El hechizo, debía concebirse en la magia no verbal, algo que incluso un mago mudo podría ejecutar Severus frunció el ceño,. ¿Por qué la necesidad de ser no verbal?

La segunda instrucción exigía que el hechizo no desprendiera destellos evidentes, apenas un resplandor tenue.

La tercera instrucción, escrita en tinta más oscura, resonaba con una nota de exigencia en la mente de Snape. El hechizo debía ser eficaz y duradero,, al final de aquel pergamino escrito de manera tenue venia una pequeña nota una petición de la creación de un contrahechizo. El viejo Dumbledore, con su peculiar sentido de la justicia, pagaba lo mínimo y exigía lo máximo, desafiando la poca cordura que le quedaba a Snape.

Un suspiro escapó de los labios del profesor de pociones mientras recorría con la mirada el pergamino arrugado que descansaba sobre el escritorio. Miro su ventana apreciando la oscuridad de aquella noche empezando a divagar, si tan solo no se hubiera unido a las filas de Voldemort no estaría en su situación actual, el nunca quiso ser maestro o mentor, desde su adolescencia le molestaba un poco recibir peticiones de sus amigos (los cuales no eran muchos) sobre asesorías pero terminaba accedíendo por la relación cercana que tenia con ellos, otra cosa era enseñar a niños que pocas veces le prestaban atención, lo único que lo mantenía atado a ese rincón de Hogwarts era la promesa que le dio a el cadáver de su difunta amiga, protegería a su hijo

Severus soltó un suspiro melancólico, dejando que sus pensamientos se disipara en el. Movió su cabeza en un intento de liberarse de la telaraña de recuerdos que amenazaba con envolverlo. Con movimientos mecánicos, alcanzó la taza de café amargo, sintiendo el calor reconfortante del líquido amargo al deslizarse por su garganta.

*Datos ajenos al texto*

def system_detail(item: SystemAssessment, as_of: object = None) -> list[str]:
    """One system: its facts, then each use with its numbers and reason."""
    system = item.system
    lines = [f"### {item.rank}. {md(system.name)}", ""]
    facts = [
        ("Id", markdown_code(system.id)),
        ("Verdict", f"{VERDICT_LABEL[item.verdict]} ({md(item.reason)})"),
        ("Place", f"{item.rank}: {md(item.rank_reason)}"),
        ("Priority points", md(item.priority.text()) if item.priority else "n/a"),
        ("Flags", md(flags_text(item.flags)) or "none"),
        ("Shelf-life x", f"{system.shelf_life_years:g} years" + (" (assumed)" if "shelf_life_years" in system.assumed else "")),
        ("Migration y", f"{system.migration_years:g} years" + (" (assumed)" if "migration_years" in system.assumed else "")),
        ("Exposure probability", _pct_band(item.exposure_probability, system_band(item))),
        ("Margin", _margin(item.margin_years) + " years"),
        ("Start by", _start_band(item.start_by, system_band(item), as_of)),
        ("Criticality / exposure", f"{system.criticality.value} / {system.exposure.value}"),
    ]
    if system.owner:
        facts.append(("Owner", md(system.owner)))
    if system.depends_on:
        facts.append(("Depends on", ", ".join(markdown_code(d) for d in system.depends_on)))
    if system.description:
        facts.append(("Description", md(system.description)))
    if system.notes:
        facts.append(("Notes", md(system.notes)))
    if system.source:
        facts.append(("Source", markdown_code(str(system.source))))
    lines += [f"- {name}: {value}" for name, value in facts]
    lines.append("")
    rows = []
    for use in item.uses:
        spec = use.deciding or use.spec
        bits = f"{spec.classical_bits} bits" if spec and spec.classical_bits is not None else "bits n/a"
        rows.append([
            _algorithm(use),
            md(use.use.purpose.value),
            md(use.use.role),
            md(f"{classical_text(use.classical)}, {bits}") if use.classical else "n/a",
            spec.quantum_attack if spec else "n/a",
            f"{use.x_years:g}",
            _z_band(use.crqc_year, use.band),
            _pct_band(use.exposure_probability, use.band),
            _margin(use.margin_years),
            VERDICT_LABEL[use.verdict] + (f" + {md(flags_text(use.flags))}" if use.flags else ""),
            md(use.replacement or "none needed" if use.verdict != Verdict.UNASSESSED else "check by hand"),
            md(use.reason),
            markdown_code(str(use.use.source)) if use.use.source else "n/a",
        ])
    if rows:
        lines += _table(
            ["Algorithm", "Purpose", "Role", "Classical status", "Quantum attack", "x", "z", "P(exposed)",
             "Margin", "Verdict", "Replacement", "Reason", "Source"],
            rows,
        )
        lines.append("")
        lines.append("Facts each use rests on (origin and place):")
        lines.append("")
        for number, use in enumerate(item.uses, start=1):
            facts_line = "; ".join(md(fact_text(fact)) for fact in use.facts) or "none recorded"
            lines.append(f"{number}. {md(use.use.algorithm)}: {facts_line}")
        lines.append("")
    notes = sorted({a for use in item.uses for a in use.assumptions})
    if notes:
        lines.append("Assumptions for this system: " + "; ".join(md(n) for n in notes) + ".")
        lines.append("")
    return lines


def method_section(result: TriageResult) -> list[str]:
    """Mosca's inequality, how z is set, and the arrivals used."""
    profile = result.profile
    lines = ["## Method", ""]
    lines.append(
        "Mosca's inequality: a use is exposed when x + y > z, where x is how long the protected data "
        "(or a signature) must stay secure, y is the time to migrate the system, and z is the time until "
        "a cryptographically relevant quantum computer (CRQC) breaks the algorithm "
        "(IEEE Security & Privacy 16(5), 2018; IACR ePrint 2015/1075)."
    )
    lines.append("")
    if profile.deterministic:
        lines.append(f"z is fixed by a what-if: a CRQC on 1 January {profile.crqc_year}.")
    else:
        lines.append(
            f"z comes from the threat profile '{md(profile.name)}': the probability distribution of the "
            f"year the reference task ({md(profile.reference_task)}) is first achieved, conditioned on it "
            f"not having happened by {result.as_of.isoformat()}. The exposure probability of a use is "
            "P(z < today + x + y); z at the risk tolerance "
            f"({profile.risk_tolerance:.0%}) gives the margin (z - today - x - y, negative means overdue) and "
            "the latest start date (z - x - y)."
        )
    lines.append("")
    lines.append(f"Per-algorithm arrival: {md(result.arrival_model)}.")
    lines.append("")
    lines.append(
        "Ranking: classical breakage first, then the other verdicts; within a verdict, priority points "
        f"({md(_weights(result))}); the system id breaks remaining ties. A system's verdict is that of its "
        "weakest use in use; an offered use that is classically broken makes the system classically-broken, "
        "a weaker offered one is a downgrade flag. Verdicts and the ranking use the central values; the bands "
        "in parentheses are not used for ordering."
    )
    lines.append("")
    lines.append(
        "Classical status by date: the rules of NIST SP 800-131A Rev. 2 (2019) on the as-of date, and of the "
        "DRAFT NIST SP 800-131A Rev. 3 (October 2024) for the dates it sets later; disallowed or broken makes "
        "a use classically-broken, legacy or deprecated is a flag beside the verdict."
    )
    if result.band is not None:
        lines.append("")
        lines.append(f"Uncertainty: {md(result.band.describe())}")
    lines.append("")
    if result.arrivals:
        lines.append("Arrivals used (z at the risk tolerance, per algorithm, and the shift against the "
                     "reference task with its basis):")
        lines.append("")
        lines += _table(
            ["Algorithm", "z (year)", "Shift (years)", "Basis"],
            [[md(a.algorithm), fmt_year(a.crqc_year),
              "beyond horizon" if math.isinf(a.shift_years) else f"{a.shift_years:+.1f}", md(a.basis)]
             for a in result.arrivals],
        )
        lines.append("")
    return lines


def render_report(result: TriageResult, extra_sections: Sequence[str] = ()) -> str:
    """The whole report. Same inputs and --as-of give the same bytes."""
    inv = result.inventory
    lines = [f"# Post-quantum migration triage: {md(inv.organization)}", ""]
    lines += _table(
        ["Field", "Value"],
        [
            ["As of", result.as_of.isoformat()],
            ["Inventory", markdown_code(inv.source_path or "n/a")],
            ["Inventory SHA-256", markdown_code(inv.source_sha256 or "n/a")],
            ["Tool", f"pqtriage {__version__}"],
            ["Threat profile", f"{md(result.profile.name)} ({md(result.profile.source)})"],
            ["Risk tolerance", f"{result.profile.risk_tolerance:.0%}"],
        ],
    )
    lines.append("")
    lines.append("> **Caution.** " + md(CAUTIONS[0]) + " " + md(CAUTIONS[2]))
    lines.append("")
    if result.selection is not None:
        lines.append("> **View.** " + md(result.selection.describe()))
        lines.append("")
    lines += executive_summary(result)
    lines += ranked_table(result)
    lines += ["## System detail", ""]
    for item in result.items:
        lines += system_detail(item, result.as_of)
    for section in extra_sections:
        lines += [section.rstrip("\n"), ""]
    lines += method_section(result)
    lines += ["## Assumptions", ""]
    lines += [f"- {md(a)}" for a in assumptions(result)]
    if inv.warnings:
        lines += [f"- Input warning: {md(w)}" for w in inv.warnings]
    lines.append("")
    lines += ["## Cautions", ""]
    lines += [f"- {md(c)}" for c in CAUTIONS]
    lines.append("")
    lines += ["## Sources", ""]
    lines += [f"- {md(s)}" for s in SOURCES]
    if result.profile.source:
        lines.append(f"- Threat profile: {md(result.profile.source)}")
    lines.append("")
    return "\n".join(lines)
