"""Our YAML inventory format: validated field by field against pqtriage.sources.schema.

Every problem is collected before stopping, each with its file:line:column and a fix, then
raised together sorted by position (:class:`~pqtriage.errors.InventoryProblems`). What stops at
once with one line, because nothing after it can be read reliably: the file itself (size,
encoding, NUL bytes, invalid YAML, alias bombs, nesting, duplicate or merge keys, as
:mod:`pqtriage.yamlio` refuses them), an empty file, a top level that is not a mapping and a
``systems`` that is not a list. The spreadsheet sources build the same positioned tree from
their cells and are validated by this reader too.
"""

from __future__ import annotations

import datetime as dt
import difflib
import math
import re
from collections.abc import Callable
from typing import Any

from pqtriage.errors import InventoryError, InventoryProblems, Place, Problem, chain_text, quoted
from pqtriage.model.inventory import (
    IN_USE,
    Criticality,
    CryptoUse,
    DataClassification,
    Exposure,
    Fact,
    Hosting,
    HostingModel,
    Impact,
    Inventory,
    KeyStorage,
    Purpose,
    SignatureRole,
    SourceRef,
    System,
)
from pqtriage.sources.interface import InventorySource, UseCheck
from pqtriage.sources.lookalike import lookalike_key, lookalike_pairs, looks_alike, spelled_out
from pqtriage.sources.schema import (
    DEFAULTABLE,
    FORMAT_VERSIONS,
    SYSTEM_FIELDS,
    TOP_FIELDS,
    USE_FIELDS,
    FieldSpec,
)
from pqtriage.yamlio import Node, load_yaml, paused_gc
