def fit_lphi_temperature(
    temperature: np.ndarray,
    amplitude: np.ndarray,
    *,
    radius: float | None = None,
    path_length: float | None = None,
    order: int = 1,
    amplitude_err: np.ndarray | float | None = None,
    thermal: Literal["none", "ballistic", "diffusive"] = "none",
    thermal_energy: float | None = None,
    p: float | None = None,
    reference_temperature: float = 1.0,
) -> FitResult:
    """Fit ``A(T) = A0 F_T(T) exp(-(L/L_phi,ref) (T/T_ref)^p)``.

    Parameters
    ----------
    temperature : array
        Temperatures in K.
    amplitude : array
        Oscillation amplitudes (e.g. rms in e^2/h), > 0.
    radius, path_length : float
        Ring radius in m (``L = order pi r``) or the path length L directly; one of them.
    order : {1, 2}
        1 for h/e (L = pi r), 2 for h/2e (L = 2 pi r).
    amplitude_err : array or float, optional
        1-sigma errors of the amplitudes.
    thermal : {"none", "ballistic", "diffusive"}
        Thermal factor (:func:`thermal_factor`).
    thermal_energy : float, optional
        E_c in J; if None and ``thermal != "none"`` it is fitted (parameter
        ``"thermal_energy"``).
    p : float, optional
        Fix the exponent of ``L_phi ∝ T^-p`` (fitted if None).
    reference_temperature : float
        T_ref in K where ``lphi_ref`` is quoted.

    Returns
    -------
    FitResult
        Parameters ``amplitude0`` (units of A), ``lphi_ref`` (m), ``p`` and possibly
        ``thermal_energy`` (J).
    """
    length = _path_length(radius, path_length, order)
    t, a, sig = _data(temperature, amplitude, amplitude_err, "temperature", "K")
    t_ref = check_positive("reference_temperature", reference_temperature, "K")
    check_choice("thermal", thermal, ("none", "ballistic", "diffusive"))
    fit_ec = thermal != "none" and thermal_energy is None
    fit_p = p is None
    names = (
        ["amplitude0", "lphi_ref"]
        + (["p"] if fit_p else [])
        + (["thermal_energy"] if fit_ec else [])
    )
    if np.any(t <= 0) and (fit_p or (p is not None and p > 0)):
        raise ParameterError("temperature", Described(str(temperature)), "must be > 0", "K")
    n_par = len(names)
    need = n_par + (0 if sig is not None else 1)
    if t.size < need:
        raise ParameterError(
            "temperature", Described(f"{t.size} points"), f"need at least {need} for {names}"
        )

    def unpack(q):
        ln_a0, ln_c = q[0], q[1]
        pp = q[2] if fit_p else float(p)
        ec = np.exp(q[-1]) if fit_ec else thermal_energy
        return ln_a0, ln_c, pp, ec

    def log_model(tt, *q):
        ln_a0, ln_c, pp, ec = unpack(q)
        ft = thermal_factor(tt, thermal, ec) if thermal != "none" else 1.0
        return ln_a0 + np.log(np.maximum(ft, 1e-300)) - np.exp(ln_c) * (tt / t_ref) ** pp

    # start: linear fit of ln A vs T/T_ref with p = 1 (or the fixed p)
    p0_p = 1.0 if fit_p else float(p)
    ec0 = thermal_energy if not fit_ec else K_B * float(np.median(t)) * 3.0
    ft0 = thermal_factor(t, thermal, ec0) if thermal != "none" else 1.0
    slope, icpt = np.polyfit((t / t_ref) ** p0_p, np.log(a) - np.log(ft0), 1)
    c0 = -slope if slope < 0 else 0.1 * np.ptp(np.log(a)) + 1e-3
    q0 = [icpt, np.log(c0)] + ([p0_p] if fit_p else []) + ([np.log(ec0)] if fit_ec else [])
    y = np.log(a)
    sy = None if sig is None else sig / a
    try:
        with warnings.catch_warnings():  # an inestimable covariance is reported below
            warnings.simplefilter("ignore", OptimizeWarning)
            q, cov = curve_fit(
                log_model, t, y, p0=q0, sigma=sy, absolute_sigma=sig is not None, maxfev=20000
            )
        success, message = bool(np.all(np.isfinite(cov))), "converged"
    except (RuntimeError, ValueError) as err:
        q, cov = np.asarray(q0, float), np.full((n_par, n_par), np.nan)
        success, message = False, f"fit failed: {err}"
    if not np.all(np.isfinite(cov)):
        success, message = False, "covariance could not be estimated (degenerate data)"
    resid = (y - log_model(t, *q)) / (1.0 if sy is None else sy)
    ln_a0, ln_c, pp, ec = unpack(q)
    vals = {"amplitude0": float(np.exp(ln_a0)), "lphi_ref": float(length / np.exp(ln_c))}
    jac = [vals["amplitude0"], -vals["lphi_ref"]]
    if fit_p:
        vals["p"] = float(pp)
        jac.append(1.0)
    if fit_ec:
        vals["thermal_energy"] = float(ec)
        jac.append(float(ec))
    jm = np.diag(jac)
    cov_ext = jm @ cov @ jm.T
    errs = {n: float(np.sqrt(cov_ext[i, i])) for i, n in enumerate(names)}
    units = {"amplitude0": "amplitude", "lphi_ref": "m", "p": "1", "thermal_energy": "J"}
    model = (
        f"A(T) = A0 F_T(T) exp(-L/L_phi(T)), L_phi = lphi_ref (T/{t_ref:g} K)^-p, "
        f"L = {length:.6g} m, F_T = {thermal}"
        + ("" if fit_p else f", p fixed = {p:g}")
        + ("" if fit_ec or thermal == "none" else f", E_c fixed = {thermal_energy:.4g} J")
    )
    return FitResult(
        values=vals,
        errors=errs,
        covariance=cov_ext,
        parameter_names=tuple(names),
        units={n: units[n] for n in names},
        chi2=float(np.sum(resid**2)),
        dof=int(t.size - n_par),
        success=success,
        message=message,
        model=model,
        x=t,
        y=a,
        sigma=sig,
        fixed={
            "path_length": length,
            "reference_temperature": t_ref,
            "thermal": thermal,
            **({} if fit_p else {"p": float(p)}),
            **({} if fit_ec or thermal == "none" else {"thermal_energy": thermal_energy}),
        },
        _predict=lambda tt: np.exp(log_model(tt, *q)),
    )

Desviando su mirada hacia el escritorio, Severus abrió un cajón con movimientos tranquilos. Una pluma y un pergamino en blanco emergieron de el, listos para dar vida a las ideas que bullían en la mente del mago. No había espacio para divagaciones; el tiempo, como siempre, era un enemigo implacable.

La pluma se movía con agilidad, plasmando en el papel las ideas que brotaban de la mente inquieta de Severus. Pronto, las palabras se convirtieron en símbolos y trazos, un lenguaje mágico que solo él comprendía. Pero la teoría debía dar paso a la práctica.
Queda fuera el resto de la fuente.